# Need help with this one



## venomdog (Jun 19, 2010)

I am in a very strange situation I have relationship with this girl from last 2 months. After few weeks I told her everything about my past relationship and any one night stand I had with girls and also asked about her pasts, she said she had nothing in the past. 

Although I had relationship in past but it was never meant to be serious, it was more of a sexual need and I used to clear my intention before getting into any act, so it was always mutual understanding thats it. But with this girl I am quite serious and want to marry her. 

Anyway, something inside me always warned me that she is hiding something and although I tried to know abt it many times but I am always told that she never had any affair. A week before our engagement I again asked her the same question this time I was bit smart in my talks and persuaded her to come clean, which opened the can of worms. She not only had one but two relationship in the past and the first one was very serious, even her parents know about it and they were getting married but somehow it was put off (she yet to convince me with her reason as why it was called off) and the second one was a short one with her colleague, which she again didn't want to elaborate. 

So, guys now I am in a strange situation had she told me about it when I asked her I would have thought about it, now it is too late as all my friends and family know that we are going to get engaged and now this. 

Not only that she is now upset and I don't know why as if I did some mistake asking her past, she don't pick my calls. I did told her its fine with me what happened to you in the past, but it looks like she is not convinced and she thinks that she lost me as I am not going to forgive her, as girls thinks different than guys. A very good saying "Men wants to be first love of a woman and women wants to be his last". 

I am not sure what to do next, I did talked about it to my dad and he told me that its fine it was her past and now we should move on. 
On the other hand I think am I really going to live with this? Will I have the same respect for her in future and what if I hurt her in future because of this. 

Guys please help me if some of you had the same situation like me my question is how hard is it? and what do you think I should do.
I can say that I think she likes me and also care for me, but then she should have told me at very beginning now I don't trust her love and care anymore. 

Help me!!!


----------



## Lyn (Mar 10, 2010)

Here is the thing: just because you ask someone a question does not mean they are obligated to answer it.

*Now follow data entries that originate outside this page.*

//! The document `samewise compare --json` prints ([`CompareDocument`]): the one-way analysis of
//! a file's groups (`stats::oneway`) with its sampling design, in the shared vocabulary.

use schemars::JsonSchema;
use serde::Serialize;

use super::{reason_if_none, split, ChiSquareTest, DfP, FTest, GroupSummary, StatTest};
use crate::results::{Interval, PairResult};
use crate::stats::decimal::Decimal;
use crate::stats::oneway::{LeadingMethod, OneWay, Tolerance};

/// The specification limits given on the command line, in units.
#[derive(Debug, Clone, PartialEq, Serialize, JsonSchema)]
pub struct CompareLimits {
    /// `--lsl`.
    pub lsl: Option<f64>,
    /// Why `lsl` is null.
    #[serde(skip_serializing_if = "Option::is_none")]
    pub lsl_reason: Option<String>,
    /// `--usl`.
    pub usl: Option<f64>,
    /// Why `usl` is null.
    #[serde(skip_serializing_if = "Option::is_none")]
    pub usl_reason: Option<String>,
    /// `--target`.
    pub target: Option<f64>,
    /// Why `target` is null.
    #[serde(skip_serializing_if = "Option::is_none")]
    pub target_reason: Option<String>,
}

/// One group: the shared group shape plus the exact-decimal detail.
#[derive(Debug, Clone, PartialEq, Serialize, JsonSchema)]
pub struct CompareGroup {
    /// Name, n, mean, SD, min and max in units.
    #[serde(flatten)]
    pub group: GroupSummary,
    /// Mean minus `origin`, at full precision.
    pub mean_offset: f64,
}

/// The serial-dependence check of values in file order.
#[derive(Debug, Clone, PartialEq, Serialize, JsonSchema)]
pub struct SerialOut {
    /// Pooled lag-1 serial correlation within groups.
    pub r1: f64,
    /// Its standardized form.
    pub z: f64,
    /// One-sided p-value.
    pub p: f64,
    /// Whether neighbouring values are alike (p < 0.05).
    pub fails: bool,
}

/// The F test of the groups on the subgroup means of a nested design.
#[derive(Debug, Clone, PartialEq, Serialize, JsonSchema)]
pub struct NestedTestOut {
    /// F.
    pub f: f64,
    /// Numerator degrees of freedom.
    pub df1: f64,
    /// Denominator degrees of freedom.
    pub df2: f64,
    /// p-value.
    pub p: f64,
    /// How the test was made.
    pub method: String,
}

/// Three-level variance components of a nested design.
#[derive(Debug, Clone, PartialEq, Serialize, JsonSchema)]
pub struct NestedComponentsOut {
    /// Between groups.
    pub between: f64,
    /// Between subgroups within a group.
    pub subgroups: f64,
    /// Within subgroups.
    pub within: f64,
    /// Share between groups.
    pub share_between: f64,
    /// Share between subgroups.
    pub share_subgroups: f64,
    /// Share within subgroups.
    pub share_within: f64,
    /// The estimator.
    pub method: String,
}

/// The F test of the groups adjusted for the subgroups (blocked design).
#[derive(Debug, Clone, PartialEq, Serialize, JsonSchema)]
pub struct BlockedTestOut {
    /// F, its degrees of freedom and p-value.
    #[serde(flatten)]
    pub test: FTest,
    /// Sum of squares of the groups (adjusted).
    pub ss_groups: f64,
    /// Sum of squares of the subgroups.
    pub ss_subgroups: f64,
    /// Residual sum of squares.
    pub ss_residual: f64,
}

/// The sampling design of the comparison (`--subgroup`).
#[derive(Debug, Clone, PartialEq, Default, Serialize, JsonSchema)]
pub struct DesignOut {
    /// `independent`, `nested`, `blocked` or `cell_means`.
    pub kind: String,
    /// The subgroup column.
    pub subgroup_column: Option<String>,
    /// Why `subgroup_column` is null.
    #[serde(skip_serializing_if = "Option::is_none")]
    pub subgroup_column_reason: Option<String>,
    /// Subgroups found.
    pub n_subgroups: Option<u64>,
    /// Why `n_subgroups` is null.
    #[serde(skip_serializing_if = "Option::is_none")]
    pub n_subgroups_reason: Option<String>,
    /// Serial dependence in file order (every value a unit).
    pub serial_dependence: Option<SerialOut>,
    /// Why `serial_dependence` is null.
    #[serde(skip_serializing_if = "Option::is_none")]
    pub serial_dependence_reason: Option<String>,
    /// The nested F test.
    pub nested_test: Option<NestedTestOut>,
    /// Why `nested_test` is null.
    #[serde(skip_serializing_if = "Option::is_none")]
    pub nested_test_reason: Option<String>,
    /// The nested design's variance components.
    pub variance_components: Option<NestedComponentsOut>,
    /// Why `variance_components` is null.
    #[serde(skip_serializing_if = "Option::is_none")]
    pub variance_components_reason: Option<String>,
    /// The blocked F test.
    pub blocked_test: Option<BlockedTestOut>,
    /// Why `blocked_test` is null.
    #[serde(skip_serializing_if = "Option::is_none")]
    pub blocked_test_reason: Option<String>,
    /// Pairs on the least-squares means of a blocked design (empty otherwise).
    pub blocked_pairs: Vec<PairResult>,
}

impl DesignOut {
    /// A design of `kind`; the parts not set afterwards get their reasons from [`finish`].
    ///
    /// [`finish`]: DesignOut::finish
    pub fn new(kind: &str, subgroup_column: Option<String>) -> DesignOut {
        DesignOut {
            kind: kind.to_string(),
            subgroup_column,
            ..DesignOut::default()
        }
    }

    /// Puts a reason beside every part that stayed `null` (unless one was given already).
    pub fn finish(mut self) -> DesignOut {
        fn fill<T>(v: &Option<T>, reason: &mut Option<String>, why: &str) {
            if v.is_none() && reason.is_none() {
                *reason = Some(why.to_string());
            } else if v.is_some() {
                *reason = None;
            }
        }
        let nested = self.kind == "nested";
        fill(
            &self.subgroup_column,
            &mut self.subgroup_column_reason,
            "no --subgroup given",
        );
        fill(
            &self.n_subgroups,
            &mut self.n_subgroups_reason,
            "no subgroups: every value is a unit",
        );
        fill(
            &self.serial_dependence,
            &mut self.serial_dependence_reason,
            "checked only when every value is a unit (no --subgroup)",
        );
        fill(
            &self.nested_test,
            &mut self.nested_test_reason,
            if nested {
                "the nested test could not be computed"
            } else {
                "only a nested design has a test on subgroup means"
            },
        );
        fill(
            &self.variance_components,
            &mut self.variance_components_reason,
            if nested {
                "the three-level components could not be computed"
            } else {
                "only a nested design has three-level components (see the top-level variance_components)"
            },
        );
        fill(
            &self.blocked_test,
            &mut self.blocked_test_reason,
            if self.kind == "blocked" {
                "the blocked test could not be computed"
            } else {
                "only a blocked design has a test adjusted for the subgroups"
            },
        );
        self
    }
}

/// The classic one-way ANOVA table.
#[derive(Debug, Clone, PartialEq, Serialize, JsonSchema)]
pub struct AnovaOut {
    /// Between-group sum of squares.
    pub ss_between: f64,
    /// Within-group sum of squares.
    pub ss_within: f64,
    /// Total sum of squares.
    pub ss_total: f64,
    /// Between-group df.
    pub df_between: f64,
    /// Within-group df.
    pub df_within: f64,
    /// Total df.
    pub df_total: f64,
    /// Between-group mean square.
    pub ms_between: f64,
    /// Within-group mean square.
    pub ms_within: f64,
    /// F.
    pub f: f64,
    /// Upper tail of F.
    pub p: f64,
    /// Share of the total sum of squares between groups.
    pub r_squared: f64,
    /// sqrt(ms_within).
    pub resid_sd: f64,
    /// The grand mean, in units.
    pub grand_mean: f64,
}

/// Kruskal-Wallis H with the tie correction.
#[derive(Debug, Clone, PartialEq, Serialize, JsonSchema)]
pub struct KruskalOut {
    /// H.
    pub h: f64,
    /// Degrees of freedom and chi-square p.
    #[serde(flatten)]
    pub rest: DfP,
}

/// Residuals beyond 3 SD against what normal residuals give.
#[derive(Debug, Clone, PartialEq, Serialize, JsonSchema)]
pub struct OutliersOut {
    /// Residuals beyond 3 residual SDs.
    pub n: usize,
    /// The count normal residuals give (N x 0.0027).
    pub expected: f64,
    /// Binomial upper-tail p of the observed count.
    pub p: f64,
}

/// D'Agostino-Pearson K² on the residuals.
#[derive(Debug, Clone, PartialEq, Serialize, JsonSchema)]
pub struct DagostinoOut {
    /// K².
    pub k2: f64,
    /// p-value.
    pub p: f64,
    /// Residuals tested.
    pub n: usize,
    /// Skewness g1.
    pub skewness: f64,
    /// Its standard error under normality.
    pub skewness_se: f64,
    /// Excess kurtosis g2.
    pub excess_kurtosis: f64,
    /// Its standard error under normality.
    pub excess_kurtosis_se: f64,
}

/// The defined parts of the ANOVA table when every group is constant (a coarse gauge).
#[derive(Debug, Clone, PartialEq, Serialize, JsonSchema)]
pub struct ConstantGroupsOut {
    /// Between-group sum of squares.
    pub ss_between: f64,
    /// Within-group sum of squares (0).
    pub ss_within: f64,
    /// Between-group df.
    pub df_between: f64,
    /// Within-group df.
    pub df_within: f64,
    /// The grand mean, in units.
    pub grand_mean: f64,
    /// eta² (1).
    pub eta_squared: f64,
    /// Distinct values.
    pub n_distinct: usize,
    /// The exact permutation p.
    pub p_exact: f64,
    /// False when the count was too large to enumerate and `p_exact` is a conservative bound.
    pub p_is_exact_count: bool,
}

/// Shapiro-Wilk on the residuals.
#[derive(Debug, Clone, PartialEq, Serialize, JsonSchema)]
pub struct ShapiroOut {
    /// W.
    pub w: f64,
    /// p-value.
    pub p: f64,
    /// Residuals tested.
    pub n: usize,
}

/// Effect sizes.
#[derive(Debug, Clone, PartialEq, Serialize, JsonSchema)]
pub struct EffectOut {
    /// eta².
    pub eta_squared: f64,
    /// omega².
    pub omega_squared: f64,
    /// Largest - smallest group mean.
    pub mean_spread: f64,
    /// The same in % of the tolerance.
    pub mean_spread_pct_tolerance: Option<f64>,
    /// Why `mean_spread_pct_tolerance` is null.
    #[serde(skip_serializing_if = "Option::is_none")]
    pub mean_spread_pct_tolerance_reason: Option<String>,
}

Perhaps she did npot yet feel secure enough to share her intimate life with you at that time.

I have been in a similar situation, where the truth was withheld until an awkward time. I was angry and hurt, but knew I loved the person and didn't want to be with anyone else. We have had some difficulties, as all couples do, but are happily married despite "bumps" in the road.

Obviously she did not tell you because she was not ready. Partners must respect one another's emotional space. Loving a person means not beating them up, verbally, when disappointment, since it is not helpful. A successful marriage depends on forgiveness. No one is perfect, it's an impossible standard.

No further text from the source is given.